"""Set-asides from the resolution screen: the prompt and the list with undo.

Setting a participant aside keeps them out of the analysis file with a
reason (and, optionally, the name of the rule applied); undoing it is a new
journal entry, never a deletion (``core.resolution.set_aside`` / ``restore``).
The list is short (participants, not cells), so a stock DataTable is fine.
"""

from __future__ import annotations

from textual import events
from textual.app import ComposeResult
from textual.binding import Binding
from textual.containers import Vertical
from textual.screen import ModalScreen, Screen
from textual.widgets import DataTable, Footer, Input, Static

from core import resolution as res
from core.errors import KeyproofError

from .reason_dialog import DIALOG_CSS, ValueDialog, keys_in_order


class SetAsideDialog(ModalScreen[tuple[str, str, str] | None]):
    """Participant, reason and optional rule; Enter moves on, Enter on the last submits."""

    DEFAULT_CSS = "SetAsideDialog { align: center middle; }" + DIALOG_CSS
    BINDINGS = [Binding("escape", "cancel", "cancel")]

    def __init__(self, participant: str = "", **kwargs):
        super().__init__(**kwargs)
        self.participant = participant

    def compose(self) -> ComposeResult:
        with Vertical(classes="dialog-box"):
            yield Static("Set a participant aside (kept in the study, left out of the analysis file)",
                         classes="dialog-title", markup=False)
            yield Input(value=self.participant, placeholder="participant ID", id="aside-participant")
            yield Input(placeholder="reason (required), e.g. answered the wrong version", id="aside-reason")
            yield Input(placeholder="rule applied (optional), e.g. fewer than half answered", id="aside-rule")
            yield Static("", classes="dialog-note", id="aside-problem", markup=False)

    def on_mount(self) -> None:
        target = "#aside-reason" if self.participant else "#aside-participant"
        self.query_one(target, Input).focus()

    def on_input_submitted(self, event: Input.Submitted) -> None:
        event.stop()
        order = ["aside-participant", "aside-reason", "aside-rule"]
        at = order.index(event.input.id)
        if at < 2:
            self.query_one(f"#{order[at + 1]}", Input).focus()
            return
        who, reason, rule = (self.query_one(f"#{i}", Input).value.strip() for i in order)
        if not who or not reason:
            missing = "participant ID" if not who else "reason"
            self.query_one("#aside-problem", Static).update(f"The {missing} is empty — fill it in.")
            self.query_one(f"#{order[0 if not who else 1]}", Input).focus()
            return
        self.dismiss((who, reason, rule))

    def action_cancel(self) -> None:
        self.dismiss(None)


class SetAsideView(Screen):
    """Everyone set aside now, with reasons; ``u`` brings the highlighted one back."""

    DEFAULT_CSS = """
    SetAsideView { layout: vertical; }
    #aside-heading { height: 1; padding: 0 1; text-style: bold; }
    #aside-table { height: 1fr; }
    #aside-message { height: 1; padding: 0 1; color: $warning; }
    """
    BINDINGS = [
        Binding("u", "undo", "bring back", id="setaside.undo"),
        Binding("escape", "leave", "back", id="setaside.leave"),
    ]

    def __init__(self, study, keyer: str, **kwargs):
        super().__init__(**kwargs)
        self.study, self.keyer = study, keyer
        self.participants: list[str] = []

    def compose(self) -> ComposeResult:
        yield Static("Participants set aside", id="aside-heading", markup=False)
        yield DataTable(id="aside-table", cursor_type="row", zebra_stripes=True)
        yield Static("", id="aside-message", markup=False)
        yield Footer()

    def on_mount(self) -> None:
        table = self.query_one("#aside-table", DataTable)
        table.add_columns("participant", "reason", "rule", "by", "at")
        self.refill()
        table.focus()

    def refill(self) -> None:
        table = self.query_one("#aside-table", DataTable)
        table.clear()
        listed = res.set_aside_list(self.study)
        self.participants = [str(p) for p in listed["participant"]]
        for r in listed.itertuples(index=False):
            table.add_row(str(r.participant), str(r.reason), str(r.rule or ""), str(r.keyer),
                          str(r.at)[:16])
        n = len(self.participants)
        self.query_one("#aside-heading", Static).update(
            f"Participants set aside: {n}" if n else "No participant is set aside.")

    async def on_key(self, event: events.Key) -> None:
        await keys_in_order(self, event)

    def action_undo(self) -> None:
        table = self.query_one("#aside-table", DataTable)
        if not self.participants:
            return
        who = self.participants[table.cursor_row]

        def done(reason: str | None) -> None:
            if not reason:
                return
            try:
                res.restore(self.study, who, reason, self.keyer)
            except KeyproofError as exc:
                self.query_one("#aside-message", Static).update(str(exc))
                return
            self.query_one("#aside-message", Static).update(
                f"Participant {who} is back in the analysis file (journaled).")
            self.refill()

        self.app.push_screen(ValueDialog(f"Bring participant {who} back: the reason, then Enter"), done)

    def action_leave(self) -> None:
        self.app.pop_screen()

• _Problem requirements_
Within the entries above, work out how many lines contain the word "placeholder". The number alone is the answer.

• _Output below_
3